Your task:
Go through the entries below and pick out every line with "named".

(Dataset records)
★ ★ ★ ★

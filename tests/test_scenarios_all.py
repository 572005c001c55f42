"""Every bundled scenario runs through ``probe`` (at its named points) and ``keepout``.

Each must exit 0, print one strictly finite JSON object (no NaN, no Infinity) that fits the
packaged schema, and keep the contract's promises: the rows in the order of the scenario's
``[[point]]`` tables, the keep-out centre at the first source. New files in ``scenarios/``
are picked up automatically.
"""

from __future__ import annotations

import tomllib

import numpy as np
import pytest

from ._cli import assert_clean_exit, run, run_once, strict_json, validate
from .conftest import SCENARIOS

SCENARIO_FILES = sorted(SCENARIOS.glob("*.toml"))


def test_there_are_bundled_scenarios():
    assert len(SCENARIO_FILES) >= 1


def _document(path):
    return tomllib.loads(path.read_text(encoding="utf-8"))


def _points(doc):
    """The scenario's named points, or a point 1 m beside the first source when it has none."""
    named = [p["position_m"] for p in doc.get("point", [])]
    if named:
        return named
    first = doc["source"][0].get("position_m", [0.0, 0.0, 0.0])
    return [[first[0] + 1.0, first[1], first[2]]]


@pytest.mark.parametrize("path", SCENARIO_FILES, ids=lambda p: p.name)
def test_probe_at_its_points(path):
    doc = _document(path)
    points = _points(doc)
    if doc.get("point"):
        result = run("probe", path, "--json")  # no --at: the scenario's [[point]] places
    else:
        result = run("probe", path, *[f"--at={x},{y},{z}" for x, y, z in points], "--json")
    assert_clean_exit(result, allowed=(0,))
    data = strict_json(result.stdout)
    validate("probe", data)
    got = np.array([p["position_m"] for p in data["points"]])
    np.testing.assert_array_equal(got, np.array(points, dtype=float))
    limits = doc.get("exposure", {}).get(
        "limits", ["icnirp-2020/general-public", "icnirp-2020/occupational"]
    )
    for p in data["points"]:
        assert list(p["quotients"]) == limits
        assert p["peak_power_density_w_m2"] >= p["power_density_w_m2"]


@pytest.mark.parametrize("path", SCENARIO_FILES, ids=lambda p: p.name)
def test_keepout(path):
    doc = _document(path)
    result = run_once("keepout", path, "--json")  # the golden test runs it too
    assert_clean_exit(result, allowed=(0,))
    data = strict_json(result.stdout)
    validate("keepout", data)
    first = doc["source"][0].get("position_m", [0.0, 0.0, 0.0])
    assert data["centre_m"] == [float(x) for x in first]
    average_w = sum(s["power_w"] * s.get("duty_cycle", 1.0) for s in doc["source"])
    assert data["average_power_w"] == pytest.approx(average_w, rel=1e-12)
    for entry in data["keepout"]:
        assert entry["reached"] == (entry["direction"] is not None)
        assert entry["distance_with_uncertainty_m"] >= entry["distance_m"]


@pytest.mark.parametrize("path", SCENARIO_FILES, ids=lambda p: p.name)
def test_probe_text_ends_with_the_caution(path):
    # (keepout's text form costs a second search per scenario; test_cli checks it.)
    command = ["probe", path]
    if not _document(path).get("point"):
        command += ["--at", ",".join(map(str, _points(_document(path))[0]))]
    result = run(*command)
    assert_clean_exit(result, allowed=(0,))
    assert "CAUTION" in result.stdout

★ ★ ★ ★

Exercise answer:
"""Every bundled scenario runs through ``probe`` (at its named points) and ``keepout``.
    """The scenario's named points, or a point 1 m beside the first source when it has none."""
    named = [p["position_m"] for p in doc.get("point", [])]
    if named:
        return named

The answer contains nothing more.